▸ **Assignment**
Set down exactly, from the records below, the line with "def save_as(self) ->" through the line with "the field that", and nothing else.

Collected data entries

((

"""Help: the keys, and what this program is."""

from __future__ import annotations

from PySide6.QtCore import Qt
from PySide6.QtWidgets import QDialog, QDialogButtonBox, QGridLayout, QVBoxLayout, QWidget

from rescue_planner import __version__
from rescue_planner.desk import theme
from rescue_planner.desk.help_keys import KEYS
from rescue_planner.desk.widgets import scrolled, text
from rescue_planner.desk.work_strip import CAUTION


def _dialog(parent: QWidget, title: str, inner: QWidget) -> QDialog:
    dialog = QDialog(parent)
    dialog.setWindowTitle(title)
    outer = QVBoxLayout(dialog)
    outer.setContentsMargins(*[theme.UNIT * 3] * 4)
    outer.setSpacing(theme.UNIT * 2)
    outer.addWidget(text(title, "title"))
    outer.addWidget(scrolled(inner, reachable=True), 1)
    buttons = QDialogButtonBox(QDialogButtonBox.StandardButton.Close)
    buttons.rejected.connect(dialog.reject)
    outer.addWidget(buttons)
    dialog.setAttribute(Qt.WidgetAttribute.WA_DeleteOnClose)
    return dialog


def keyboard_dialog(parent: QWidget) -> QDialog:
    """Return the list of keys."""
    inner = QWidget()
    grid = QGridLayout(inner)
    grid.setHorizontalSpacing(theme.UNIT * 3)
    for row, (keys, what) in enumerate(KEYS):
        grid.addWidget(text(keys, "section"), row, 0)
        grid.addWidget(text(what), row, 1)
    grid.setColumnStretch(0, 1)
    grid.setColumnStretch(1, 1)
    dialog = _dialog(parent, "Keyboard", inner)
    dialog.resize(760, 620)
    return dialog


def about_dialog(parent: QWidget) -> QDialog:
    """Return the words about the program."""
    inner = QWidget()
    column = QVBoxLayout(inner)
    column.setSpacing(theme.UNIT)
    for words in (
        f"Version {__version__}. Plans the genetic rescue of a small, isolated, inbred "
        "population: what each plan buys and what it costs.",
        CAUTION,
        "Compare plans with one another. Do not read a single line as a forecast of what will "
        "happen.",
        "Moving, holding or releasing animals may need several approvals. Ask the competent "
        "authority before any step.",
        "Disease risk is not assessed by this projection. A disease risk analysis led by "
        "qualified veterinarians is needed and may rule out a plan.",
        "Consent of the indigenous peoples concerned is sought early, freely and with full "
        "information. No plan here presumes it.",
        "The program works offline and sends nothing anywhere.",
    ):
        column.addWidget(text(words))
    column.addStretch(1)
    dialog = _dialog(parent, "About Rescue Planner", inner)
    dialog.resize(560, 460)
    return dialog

))
((

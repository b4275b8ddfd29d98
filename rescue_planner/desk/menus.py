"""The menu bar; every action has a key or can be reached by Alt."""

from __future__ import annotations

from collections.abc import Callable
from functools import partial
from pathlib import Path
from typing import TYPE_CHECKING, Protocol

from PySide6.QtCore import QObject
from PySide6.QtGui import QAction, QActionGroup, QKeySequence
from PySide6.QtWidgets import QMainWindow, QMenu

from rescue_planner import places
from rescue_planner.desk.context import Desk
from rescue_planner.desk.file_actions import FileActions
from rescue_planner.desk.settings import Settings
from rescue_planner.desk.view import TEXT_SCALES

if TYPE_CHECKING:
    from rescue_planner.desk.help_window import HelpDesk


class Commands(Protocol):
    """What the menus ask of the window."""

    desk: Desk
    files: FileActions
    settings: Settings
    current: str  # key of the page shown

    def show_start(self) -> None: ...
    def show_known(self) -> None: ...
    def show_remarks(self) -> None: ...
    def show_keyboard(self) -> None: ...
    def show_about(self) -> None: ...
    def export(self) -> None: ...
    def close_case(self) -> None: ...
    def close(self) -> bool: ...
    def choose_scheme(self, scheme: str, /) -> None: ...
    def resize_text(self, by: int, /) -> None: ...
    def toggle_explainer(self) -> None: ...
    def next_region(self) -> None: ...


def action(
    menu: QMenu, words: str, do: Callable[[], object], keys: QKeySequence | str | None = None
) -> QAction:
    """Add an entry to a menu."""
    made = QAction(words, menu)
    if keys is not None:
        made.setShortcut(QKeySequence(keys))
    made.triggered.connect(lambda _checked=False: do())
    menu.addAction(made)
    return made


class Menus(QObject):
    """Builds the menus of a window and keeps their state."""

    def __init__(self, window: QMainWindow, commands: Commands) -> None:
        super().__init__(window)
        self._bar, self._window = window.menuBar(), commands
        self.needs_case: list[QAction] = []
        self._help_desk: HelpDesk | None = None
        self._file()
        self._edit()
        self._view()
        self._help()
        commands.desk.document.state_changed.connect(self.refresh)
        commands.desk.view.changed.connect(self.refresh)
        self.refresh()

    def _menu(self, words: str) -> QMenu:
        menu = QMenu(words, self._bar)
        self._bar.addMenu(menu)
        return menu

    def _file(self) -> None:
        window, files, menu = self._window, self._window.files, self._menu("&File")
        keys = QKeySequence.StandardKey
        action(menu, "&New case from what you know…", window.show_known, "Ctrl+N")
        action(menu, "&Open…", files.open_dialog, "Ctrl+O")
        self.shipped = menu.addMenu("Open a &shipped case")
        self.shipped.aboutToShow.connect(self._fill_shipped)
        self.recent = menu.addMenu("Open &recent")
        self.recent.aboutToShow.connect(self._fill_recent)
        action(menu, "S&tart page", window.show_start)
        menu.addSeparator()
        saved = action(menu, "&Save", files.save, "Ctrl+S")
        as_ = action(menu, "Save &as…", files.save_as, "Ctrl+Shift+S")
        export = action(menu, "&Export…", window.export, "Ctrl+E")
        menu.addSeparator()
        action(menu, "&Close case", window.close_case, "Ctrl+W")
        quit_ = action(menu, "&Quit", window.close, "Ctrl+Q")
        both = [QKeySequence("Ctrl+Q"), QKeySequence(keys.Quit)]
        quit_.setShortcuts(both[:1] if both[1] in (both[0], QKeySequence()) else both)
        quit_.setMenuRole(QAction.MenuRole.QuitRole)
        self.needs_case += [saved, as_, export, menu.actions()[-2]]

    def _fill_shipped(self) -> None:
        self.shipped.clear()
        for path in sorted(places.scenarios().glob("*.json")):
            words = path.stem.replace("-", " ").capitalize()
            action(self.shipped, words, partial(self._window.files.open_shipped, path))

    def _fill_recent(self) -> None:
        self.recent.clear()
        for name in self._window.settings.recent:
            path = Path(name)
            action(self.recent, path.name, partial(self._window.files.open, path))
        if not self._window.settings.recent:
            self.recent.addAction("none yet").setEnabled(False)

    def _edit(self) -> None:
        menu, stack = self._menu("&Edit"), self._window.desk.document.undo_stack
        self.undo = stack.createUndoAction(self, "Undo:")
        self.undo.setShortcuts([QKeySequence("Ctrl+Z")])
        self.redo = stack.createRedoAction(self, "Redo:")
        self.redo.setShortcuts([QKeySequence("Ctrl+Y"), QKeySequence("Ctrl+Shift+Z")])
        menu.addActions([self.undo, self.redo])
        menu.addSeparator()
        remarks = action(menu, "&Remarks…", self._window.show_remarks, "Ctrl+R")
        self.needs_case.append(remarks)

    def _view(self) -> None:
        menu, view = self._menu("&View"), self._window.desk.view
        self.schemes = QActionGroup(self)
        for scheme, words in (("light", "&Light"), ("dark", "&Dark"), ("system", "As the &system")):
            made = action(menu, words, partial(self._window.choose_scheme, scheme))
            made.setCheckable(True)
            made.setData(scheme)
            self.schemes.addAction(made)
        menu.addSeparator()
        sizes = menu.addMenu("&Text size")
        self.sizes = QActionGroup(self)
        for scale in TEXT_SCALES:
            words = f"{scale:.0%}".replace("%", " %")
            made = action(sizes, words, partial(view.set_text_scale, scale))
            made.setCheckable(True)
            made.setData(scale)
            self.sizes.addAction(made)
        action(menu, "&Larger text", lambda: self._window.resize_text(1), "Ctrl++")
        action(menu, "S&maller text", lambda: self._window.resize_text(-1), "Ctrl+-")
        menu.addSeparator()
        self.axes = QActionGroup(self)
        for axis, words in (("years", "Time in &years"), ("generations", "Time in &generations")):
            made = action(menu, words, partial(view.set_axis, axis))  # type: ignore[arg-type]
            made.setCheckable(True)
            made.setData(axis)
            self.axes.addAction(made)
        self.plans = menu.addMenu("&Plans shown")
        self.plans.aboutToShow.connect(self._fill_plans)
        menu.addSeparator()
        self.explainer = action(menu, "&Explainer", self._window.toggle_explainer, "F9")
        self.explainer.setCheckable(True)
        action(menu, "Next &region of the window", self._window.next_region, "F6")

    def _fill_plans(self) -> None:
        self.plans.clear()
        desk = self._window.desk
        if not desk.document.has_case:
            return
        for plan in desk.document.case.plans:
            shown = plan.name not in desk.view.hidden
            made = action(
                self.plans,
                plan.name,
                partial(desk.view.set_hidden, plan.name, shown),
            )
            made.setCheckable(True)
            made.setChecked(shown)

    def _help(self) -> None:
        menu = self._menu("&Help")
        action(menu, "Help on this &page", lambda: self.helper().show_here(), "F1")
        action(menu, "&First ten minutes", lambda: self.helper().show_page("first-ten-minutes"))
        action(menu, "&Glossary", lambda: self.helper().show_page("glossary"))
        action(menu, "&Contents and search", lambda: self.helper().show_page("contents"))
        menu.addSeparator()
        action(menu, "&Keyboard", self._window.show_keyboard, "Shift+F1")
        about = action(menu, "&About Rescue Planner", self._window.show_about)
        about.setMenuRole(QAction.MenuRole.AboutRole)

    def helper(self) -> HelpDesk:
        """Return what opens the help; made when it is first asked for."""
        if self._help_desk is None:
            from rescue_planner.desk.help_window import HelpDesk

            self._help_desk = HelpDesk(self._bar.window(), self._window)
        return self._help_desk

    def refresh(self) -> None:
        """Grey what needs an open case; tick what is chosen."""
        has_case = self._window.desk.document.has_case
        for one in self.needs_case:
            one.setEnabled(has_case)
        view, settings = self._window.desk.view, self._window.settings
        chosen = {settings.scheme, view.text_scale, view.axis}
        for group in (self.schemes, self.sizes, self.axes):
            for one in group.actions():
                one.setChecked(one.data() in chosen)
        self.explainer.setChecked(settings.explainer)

))
((

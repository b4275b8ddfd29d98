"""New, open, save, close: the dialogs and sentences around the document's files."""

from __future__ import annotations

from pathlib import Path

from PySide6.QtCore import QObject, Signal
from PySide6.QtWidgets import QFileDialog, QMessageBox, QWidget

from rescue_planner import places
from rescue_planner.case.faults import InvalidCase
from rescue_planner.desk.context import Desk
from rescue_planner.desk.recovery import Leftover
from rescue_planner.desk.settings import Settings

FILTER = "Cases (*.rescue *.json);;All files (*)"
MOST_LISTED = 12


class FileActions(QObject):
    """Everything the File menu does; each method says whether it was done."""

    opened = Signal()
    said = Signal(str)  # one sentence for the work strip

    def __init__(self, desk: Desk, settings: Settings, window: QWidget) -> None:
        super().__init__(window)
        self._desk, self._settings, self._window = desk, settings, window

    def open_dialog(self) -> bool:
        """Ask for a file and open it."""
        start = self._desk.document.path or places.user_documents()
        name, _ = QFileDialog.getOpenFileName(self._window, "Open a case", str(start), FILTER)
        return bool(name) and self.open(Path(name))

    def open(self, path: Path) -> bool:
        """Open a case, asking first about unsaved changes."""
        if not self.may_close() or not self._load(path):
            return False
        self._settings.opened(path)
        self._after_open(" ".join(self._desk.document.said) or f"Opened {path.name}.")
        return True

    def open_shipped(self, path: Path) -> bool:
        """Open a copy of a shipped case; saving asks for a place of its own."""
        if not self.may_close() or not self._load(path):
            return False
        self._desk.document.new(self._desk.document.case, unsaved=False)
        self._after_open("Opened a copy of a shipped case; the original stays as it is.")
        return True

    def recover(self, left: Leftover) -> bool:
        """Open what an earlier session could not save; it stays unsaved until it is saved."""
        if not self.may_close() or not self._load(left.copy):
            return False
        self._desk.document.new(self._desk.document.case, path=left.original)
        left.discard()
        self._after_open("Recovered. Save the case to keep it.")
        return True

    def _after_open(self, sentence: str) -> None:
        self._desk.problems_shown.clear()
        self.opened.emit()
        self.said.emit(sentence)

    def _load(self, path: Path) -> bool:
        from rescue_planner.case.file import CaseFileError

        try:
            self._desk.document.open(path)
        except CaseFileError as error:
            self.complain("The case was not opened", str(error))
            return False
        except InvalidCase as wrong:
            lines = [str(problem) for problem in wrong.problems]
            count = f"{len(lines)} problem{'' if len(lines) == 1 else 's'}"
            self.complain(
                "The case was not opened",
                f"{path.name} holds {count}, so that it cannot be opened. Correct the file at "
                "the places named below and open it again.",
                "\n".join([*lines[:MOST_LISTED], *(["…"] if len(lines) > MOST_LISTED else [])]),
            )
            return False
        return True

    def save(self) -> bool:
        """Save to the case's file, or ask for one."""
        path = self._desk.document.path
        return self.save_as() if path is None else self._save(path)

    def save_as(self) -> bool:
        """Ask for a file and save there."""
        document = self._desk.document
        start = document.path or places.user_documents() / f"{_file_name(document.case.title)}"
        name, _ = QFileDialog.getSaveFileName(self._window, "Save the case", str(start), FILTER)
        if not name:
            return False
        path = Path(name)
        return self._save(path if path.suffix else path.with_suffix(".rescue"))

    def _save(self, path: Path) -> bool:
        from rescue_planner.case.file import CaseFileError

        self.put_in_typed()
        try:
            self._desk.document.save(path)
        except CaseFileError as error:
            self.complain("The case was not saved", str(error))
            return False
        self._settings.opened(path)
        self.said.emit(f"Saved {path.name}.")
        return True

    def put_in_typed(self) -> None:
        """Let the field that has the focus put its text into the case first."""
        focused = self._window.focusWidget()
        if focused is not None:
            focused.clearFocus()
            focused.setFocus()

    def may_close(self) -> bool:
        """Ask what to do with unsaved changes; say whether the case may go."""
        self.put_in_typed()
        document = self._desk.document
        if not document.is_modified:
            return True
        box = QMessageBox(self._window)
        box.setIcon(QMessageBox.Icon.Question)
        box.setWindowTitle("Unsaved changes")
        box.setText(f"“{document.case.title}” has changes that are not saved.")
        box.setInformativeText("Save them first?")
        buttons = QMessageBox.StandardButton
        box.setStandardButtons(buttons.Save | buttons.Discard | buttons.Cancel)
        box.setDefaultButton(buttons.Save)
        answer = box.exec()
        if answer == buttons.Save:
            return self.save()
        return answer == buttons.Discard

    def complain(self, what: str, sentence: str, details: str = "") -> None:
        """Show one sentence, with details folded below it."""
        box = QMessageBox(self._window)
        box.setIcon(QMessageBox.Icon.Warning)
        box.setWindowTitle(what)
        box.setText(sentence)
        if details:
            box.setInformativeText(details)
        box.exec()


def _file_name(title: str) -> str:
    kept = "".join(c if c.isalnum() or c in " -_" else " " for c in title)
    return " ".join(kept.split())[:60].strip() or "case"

))

▸ **Exercise solution**
    def save_as(self) -> bool:
        """Ask for a file and save there."""
        document = self._desk.document
        start = document.path or places.user_documents() / f"{_file_name(document.case.title)}"
        name, _ = QFileDialog.getSaveFileName(self._window, "Save the case", str(start), FILTER)
        if not name:
            return False
        path = Path(name)
        return self._save(path if path.suffix else path.with_suffix(".rescue"))

    def _save(self, path: Path) -> bool:
        from rescue_planner.case.file import CaseFileError

        self.put_in_typed()
        try:
            self._desk.document.save(path)
        except CaseFileError as error:
            self.complain("The case was not saved", str(error))
            return False
        self._settings.opened(path)
        self.said.emit(f"Saved {path.name}.")
        return True

    def put_in_typed(self) -> None:
        """Let the field that has the focus put its text into the case first."""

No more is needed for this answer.